I'm fine with a rematch for the NC, I'm just hoping USC gained more points in the BCS with their win than did the Gaytors, and REALLY interested to see the polls come Monday.

weknowhowtolive
11-19-2006, 04:04 PM
Do you have to be a mathematical genius to understand the BCS rankings?

Dirt_Boy
11-19-2006, 04:20 PM
Do you have to be a mathematical genius to understand the BCS rankings?
Most mathematical genius' dont even understand the BCS rankings

Gut Check
11-19-2006, 07:21 PM
Do you have to be a mathematical genius to understand the BCS rankings?
Haha, I understand through some incredibly complicated, and arguably unfair way it decides who goes to the NC, that's all I care to understand.
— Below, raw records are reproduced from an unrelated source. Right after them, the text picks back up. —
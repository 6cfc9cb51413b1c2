package main

import (
	"os"
	"path/filepath"
	"strings"
	"testing"
)

// ordplan init on a workbook whose numbers are held as text with a
// decimal comma ("0,25") marks data.decimal with an EDIT line; with
// --decimal comma it writes the key and reads the column as numbers, and
// the plan checks; --delimiter, which a workbook has no use for, is
// refused.
func TestInitWorkbookDecimalComma(t *testing.T) {
	dir := t.TempDir()
	rows := [][]any{{"y", "b", "x"}}
	for i := 0; i < 24; i++ {
		rows = append(rows, []any{1 + i%3, []string{"0,25", "1,5", "2", "3,75"}[i%4], float64(i%5) / 4})
	}
	data := filepath.Join(dir, "c.xlsx")
	if err := os.WriteFile(data, bookOf(t, rows, nil), 0o644); err != nil {
		t.Fatal(err)
	}
	read := func(name string) string {
		text, err := os.ReadFile(filepath.Join(dir, name))
		if err != nil {
			t.Fatal(err)
		}
		return string(text)
	}
	if _, errs, code := runCLI("init", filepath.Join(dir, "p.yaml"), "--data", data); code != 0 {
		t.Fatal(errs)
	}
	hasEach(t, read("p.yaml"), `  # EDIT: column b holds numbers as text written with a decimal comma ("0,25"): add decimal: comma here to read them as numbers (ordplan init --decimal comma)`+"\n")
	if _, errs, code := runCLI("init", filepath.Join(dir, "q.yaml"), "--data", data, "--decimal", "comma"); code != 0 {
		t.Fatal(errs)
	}
	q := read("q.yaml")
	hasEach(t, q, "  decimal: comma ", "#   b  numeric from 0.25 to 3.75\n", "predictors: [b, x]\n")
	if strings.Contains(q, "# EDIT: column b") {
		t.Errorf("the EDIT line under --decimal comma:\n%s", q)
	}
	if _, errs, code := runCLI("check", filepath.Join(dir, "q.yaml")); code != 0 || strings.Contains(errs, "data.decimal") {
		t.Errorf("check: exit %d\n%s", code, errs)
	}
	_, errs, code := runCLI("init", filepath.Join(dir, "r.yaml"), "--data", data, "--delimiter", "semicolon")
	if want := "--delimiter is for CSV text; the data file is a workbook or a Parquet file, which has no delimiter"; code == 0 || !strings.Contains(errs, want) {
		t.Errorf("--delimiter: exit %d, want %q in\n%s", code, want, errs)
	}
}

// ordplan init describes a column of amounts written with a currency sign
// (or digits grouped by spaces) as such, and proposes it as no predictor,
// where it proposed the amounts as the levels of a categorical predictor.
func TestInitFormattedNumbers(t *testing.T) {
	dir := t.TempDir()
	data := filepath.Join(dir, "m.csv")
	if err := os.WriteFile(data, []byte("y,price,b\n1,$12.50,1\n2,$3.00,0\n3,$4.25,1\n1,$1.00,0\n2,$2.00,1\n3,$5.00,0\n"), 0o644); err != nil {
		t.Fatal(err)
	}
	plan := filepath.Join(dir, "m.yaml")
	if _, errs, code := runCLI("init", plan, "--data", data); code != 0 {
		t.Fatal(errs)
	}
	text, err := os.ReadFile(plan)
	if err != nil {
		t.Fatal(err)
	}
	hasEach(t, string(text), `#   price  numbers written with a currency sign or with grouped digits ("$12.50"): write them as plain numbers to use the column`+"\n", "predictors: [b]\n")
	if strings.Contains(string(text), "categorical:\n  price") {
		t.Errorf("price proposed as categorical:\n%s", text)
	}
}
And honestly it probably was developed to be confusing.

weknowhowtolive
11-19-2006, 07:28 PM
Haha, I understand through some incredibly complicated, and arguably unfair way it decides who goes to the NC, that's all I care to understand. And honestly it probably was developed to be confusing.I thought it was developed to make money.

Why cant they do a playoff series between divisions and then just have a NC just like every other fucking ball sport.

Gut Check
11-19-2006, 07:41 PM
I thought it was developed to make money.

Why cant they do a playoff series between divisions and then just have a NC just like every other fucking ball sport.
And through being confusing it keeps a lock on the market.

The president's of the D-1 schools won't go for it, and until they will it won't happen, even though it could be organized quite easily.

weknowhowtolive
11-19-2006, 07:46 PM
And through being confusing it keeps a lock on the market.

The president's of the D-1 schools won't go for it, and until they will it won't happen, even though it could be organized quite easily.Ive never really payed any attention to college except for the Hogs until this year. I watched a few "Explaining the BCS standings" on FSN and ESPN and shit and realized NO ONE knows what it means. They say they do but they dont.

Gut Check
11-19-2006, 10:43 PM
Ive never really payed any attention to college except for the Hogs until this year. I watched a few "Explaining the BCS standings" on FSN and ESPN and shit and realized NO ONE knows what it means. They say they do but they dont.
Yeah, it was supposed to solve the human element in voting for #1 and #2, but the first two years there were 3 undefeated teams and all kind of controversy.